Furthermore, the loss of a language is an issue of human rights. Author Suzanne Romaine states that “the vast majority of today’s threatened languages and cultures are found among socially and politically marginalized and/or subordinated national and ethnic minority groups” (31). The loss of a language is not natural as it results from social, cultural or political limitations (whether directly or indirectly) imposed on the minority community by more dominant communities. This is further supported by the fact that “people do not normally give up their cultures or languages willingly” (Romaine 31).
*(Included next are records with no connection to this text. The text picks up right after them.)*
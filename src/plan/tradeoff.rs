//! Delay against largest fan-in, scheme by scheme, without a netlist.
//!
//! Every scheme and variation is built gate by gate for one addition, under a
//! price for each function and one limit on gate inputs after another, and
//! measured: nothing here is a formula. Few wide gates against many narrow ones
//! has a sweet spot, and where it lies depends on what fan-in costs; it is the
//! least delay, then the fewest gate equivalents, then the smallest fan-in.
//!
//! For scale there is the carry-out as one sum of products, two gates whatever
//! the width: its terms double with every position (each carry term of the
//! position below extends one by `a` and one by `b`, and `a·b` is new).

use crate::network::schemes::{self, Fitted, Growth, Scheme, Settings, every_variation};
use crate::network::{
    Addends, Costs, CountingSink, Limits, Price, Profile, Propagate, XorForm, build,
};
use rustc_hash::FxHashSet;
use std::rc::Rc;

/// The limits on gate inputs that are tried, as far as they are asked for and
/// some scheme can make use of them.
const STEPS: [usize; 8] = [2, 3, 4, 5, 6, 8, 16, 32];

/// The widest addition that is tried in every variation.
const MOST_VARIED: usize = 64;

/// The widest addition for which schemes are fitted to arrivals.
const MOST_FITTED: usize = 64;

/// What is asked.
pub struct Question {
    /// When each bit of the first operand is ready, in ticks, least significant
    /// first; as many as positions, at least one.
    pub a: Vec<i32>,
    /// The same of the second operand.
    pub b: Vec<i32>,
    /// When the carry-in is ready, where there is one.
    pub carry_in: Option<i32>,
    /// Most inputs of a gate that are tried; `None` for as many as help.
    pub gate_inputs: Option<usize>,
    /// Whether a gate may have any function.
    pub covers: bool,
    /// What gates cost.
    pub price: Price,
}

/// One scheme in one variation under one limit, built and measured.
#[derive(Clone, PartialEq, Eq, Debug)]
pub struct Point {
    /// The scheme.
    pub scheme: &'static str,
    /// Members of a group or block.
    pub group: Option<usize>,
    /// What else sets the variation apart.
    pub variant: Option<String>,
    /// Most spans one combine node joins.
    pub valency: usize,
    /// Whether some sum ends in a select.
    pub select_end: bool,
    /// The limit on gate inputs.
    pub gate_inputs: usize,
    /// When the last result is ready.
    pub delay: i32,
    /// When the last sum is ready.
    pub sum: i32,
    /// When the carry-out is ready.
    pub carry_out: i32,
    /// Gates.
    pub gates: usize,
    /// Gates, one of k inputs counted k - 1.
    pub gate_equivalents: usize,
    /// Inputs of the largest gate.
    pub largest_fan_in: usize,
    /// Most readers of one net.
    pub largest_fan_out: usize,
    /// Wiring tracks, of prefix networks.
    pub wire_tracks: Option<usize>,
}

impl Point {
    /// The order of "best".
    fn rank(&self) -> (i32, usize, usize) {
        (self.delay, self.gate_equivalents, self.largest_fan_in)
    }
}

/// The answer.
#[derive(Clone, PartialEq, Eq, Debug)]
pub struct Tradeoff {
    /// The limits tried, ascending.
    pub limits: Vec<usize>,
    /// By scheme, in the order they are listed, the best point under each limit;
    /// `None` where the scheme is not tried at that width.
    pub schemes: Vec<(&'static str, Vec<Option<Point>>)>,
    /// The sweet spot.
    pub sweet_spot: Option<Point>,
    /// How many points were measured.
    pub measured: usize,
    /// What was left out, as a clause.
    pub left_out: Option<String>,
}

/// Measures every scheme.
///
/// Panics when the operands differ in length or are empty.
pub fn tradeoff(question: &Question) -> Tradeoff {
    let positions = question.a.len();
    assert!(positions > 0 && positions == question.b.len());
    let limits = steps(question);
    let mut answer = Tradeoff {
        limits: limits.clone(),
        schemes: Vec::new(),
        sweet_spot: None,
        measured: 0,
        left_out: schemes::left_out(positions),
    };
    for scheme in schemes::all() {
        let mut row: Vec<Option<Point>> = Vec::with_capacity(limits.len());
        // Variations whose gates the limit did not bind: wider ones change nothing.
        let mut settled: FxHashSet<Settings> = FxHashSet::default();
        for &limit in &limits {
            let mut best = row.last().cloned().flatten();
            let offered = is_offered(question, scheme, limit);
            let list = offered.then(|| variations(scheme, positions, limit));
            for settings in list.into_iter().flatten() {
                if settled.contains(&settings) {
                    continue;
                }
                let point = measure(question, scheme, settings, limit);
                answer.measured += 1;
                if point.largest_fan_in < limit && !question.covers {
                    settled.insert(settings);
                }
                if best.as_ref().is_none_or(|best| point.rank() < best.rank()) {
                    best = Some(point);
                }
            }
            row.push(best);
        }
        answer.schemes.push((scheme.name, row));
    }
    let points = answer.schemes.iter().flat_map(|(_, row)| row).flatten();
    answer.sweet_spot = points.min_by_key(|point| point.rank()).cloned();
    answer
}

/// The limits tried: those up to what is asked for, and the widest gate any
/// scheme makes, flat lookahead's or a group's.
fn steps(question: &Question) -> Vec<usize> {
    let carry_in = usize::from(question.carry_in.is_some());
    let widest = (question.a.len() + carry_in).clamp(2, 65);
    let most_cover = if question.covers { 6 } else { usize::MAX };
    let asked = question.gate_inputs.unwrap_or(usize::MAX).max(2);
    let most = widest.min(most_cover).min(asked);
    let mut steps: Vec<usize> = STEPS.into_iter().filter(|&step| step < most).collect();
    steps.push(most);
    steps
}

/// Whether a scheme is tried: those that fit themselves to arrivals take long at
/// every limit anew, so they are tried up to [`MOST_FITTED`] positions.
fn is_offered(question: &Question, scheme: &Scheme, limit: usize) -> bool {
    let limits = Limits {
        gate_inputs: limit,
        covers: question.covers,
    };
    let fits_itself = matches!(scheme.growth, Growth::Quadratic | Growth::Quartic);
    let small = !fits_itself || question.a.len() <= MOST_FITTED;
    small && schemes::fits(scheme, &profile(question, limits))
}

fn variations(scheme: &Scheme, positions: usize, limit: usize) -> Vec<Settings> {
    if positions <= MOST_VARIED {
        every_variation(scheme, positions, limit)
    } else {
        schemes::variations(scheme, positions, limit)
    }
}

/// Builds one point, with the better of both propagates.
fn measure(question: &Question, scheme: &Scheme, settings: Settings, limit: usize) -> Point {
    let limits = Limits {
        gate_inputs: limit,
        covers: question.covers,
    };
    let fitted = Fitted::new(scheme, &profile(question, limits), settings);
    let either = point(question, &fitted, limits, Propagate::Or);
    let other = point(question, &fitted, limits, Propagate::Xor);
    if other.rank() < either.rank() {
        other
    } else {
        either
    }
}

fn profile(question: &Question, limits: Limits) -> Profile {
    let costs = Costs::of(limits, false, |function| (question.price)(function));
    let pairs = question.a.iter().zip(&question.b);
    let latest: Vec<i32> = pairs.map(|(&a, &b)| a.max(b)).collect();
    let after = |cost: i32| latest.iter().map(|&at| at + cost).collect::<Vec<i32>>();
    Profile {
        generate: after(costs.and(2)),
        propagate: after(costs.or(2)),
        half_sum: after(costs.xor),
        carry_in: question.carry_in,
        required: None,
        costs,
    }
}

fn point(question: &Question, fitted: &Fitted, limits: Limits, rule: Propagate) -> Point {
    let mut sink = CountingSink::priced(XorForm::Gate, Rc::clone(&question.price));
    let addends = Addends {
        a: question.a.iter().map(|&at| sink.input(at)).collect(),
        b: question.b.iter().map(|&at| sink.input(at)).collect(),
        carry_in: question.carry_in.map(|at| sink.input(at)),
    };
    let built = build(&fitted.network, &addends, limits, rule, &mut sink);
    let carry_out = &built.carries[built.carries.len() - 1..];
    let results = [&built.sums[..], carry_out].concat();
    let prefix = fitted.network.is_prefix();
    Point {
        scheme: fitted.scheme,
        group: fitted.group,
        variant: fitted.variant(),
        valency: fitted.valency,
        select_end: fitted.select_end,
        gate_inputs: limits.gate_inputs,
        delay: sink.depth(&results),
        sum: sink.depth(&built.sums),
        carry_out: sink.depth(carry_out),
        gates: sink.gates(&results),
        gate_equivalents: sink.gate_equivalents(&results),
        largest_fan_in: sink.largest_fan_in(&results),
        largest_fan_out: sink.largest_fan_out(&results),
        wire_tracks: prefix.then(|| fitted.network.wire_tracks()),
    }
}

/// The terms of the carry-out of so many positions as one sum of products, all of
/// its prime implicants: three for one position with carry-in, one without, and
/// twice as many and one more with every position. `None` past 128 bits.
pub fn terms_of_two_gates(positions: usize, has_carry_in: bool) -> Option<u128> {
    (0..positions).try_fold(u128::from(has_carry_in), |terms, _| {
        terms.checked_mul(2)?.checked_add(1)
    })
}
The social implications of the loss of a language for the community that speaks it are poverty, poor health, drug abuse and suicide. Within the 21st century, 50% to 90% of languages will disappear, and it will most definitely be the impoverished communities that suffer the most while the more dominant communities continue to flourish.
Even though technology contributes to the loss of languages, it has also helped revitalize minority languages. An instance of this would be the Kamusi Project, “a multilingual online dictionary website [which] has as one of its goals to document the lexicons of endangered and less-resourced languages (LRLs)” (Benjamin & Radetzky 15). The data recorded can be used by other researchers and engineers to train models in order to create tools such as translation technologies for low-resource communities.
In order to further the process of using technology to revitalize languages, software engineers should be taught about the effects of technology on different societal areas such as language diversity. As a student studying Computer Science at Columbia University, I was taught how to optimize code in addition to being taught so many amazing and innovative technologies such as Artificial Intelligence or Natural Language Processing, but I was never taught the societal implications my lines of code may have. Making future software engineers aware of these issues would help us to keep these issues in mind, and it will even motivate us to create accessible products for all communities.
Languages are disappearing at a rapid pace. The communities that are always severely affected by their disappearance are minority communities. Efforts have been made to revitalize some languages but they are not enough. While doing research for a presentation on Quechua, I could only find about five papers that detailed the usage of natural language processing technologies to revitalize the language. Additionally, there were only a few tools (for example, word embeddings and syntax trees) that could be used to help students and researchers to create products that could be directly used by members of the Quechua Speaking community. This was a surprise to me since it is the largest indigenous language spoken in the Americas. My grandmother is the only person in my family who can speak Quechua. My father grew up hearing his grandmother and mother speak it but was forced to communicate in Spanish by society. Therefore, neither my brothers nor I have ever spoken a word in Quechua. It deeply saddens me that, since it is currently an endangered language, in a few decades it can disappear along with the rich stories and traditions of my ancestors. By placing effort into creating tools and products that are accessible to low-resourced communities, the world will continue to remain rich and culturally diverse.
Benjamin, Martin, and Paula Radetzky. “Small Languages, Big Data: Multilingual Computational Tools and Techniques for the Lexicography of Endangered Languages.” Proceedings of the 2014 Workshop on the Use of Computational Methods in the Study of Endangered Languages, 2014, doi:10.3115/v1/w14-2203.
Romaine, Suzanne. “The Global Extinction of Languages and Its Consequences for Cultural Diversity.” Cultural and Linguistic Minorities in the Russian Federation and the European Union Multilingual Education, 2015, pp. 31-46, doi:10.1007/978-3-319-10455-3_2.
Thurman, Judith. “Annals of Conservation: A Loss for Words.” The New Yorker, 30 Mar. 2015, https://www.newyorker.com/magazine/2015/03/30/a-loss-for-words.
Young, Holly. “The Digital Language Divide.” The Guardian, Guardian News and Media, labs.theguardian.com/digital-language-divide/.
Zaugg, Isabelle. “Digitizing Ethiopic: Coding for Linguistic Continuity in the Face of Digital Extinction,” 2017, pp. 13-16.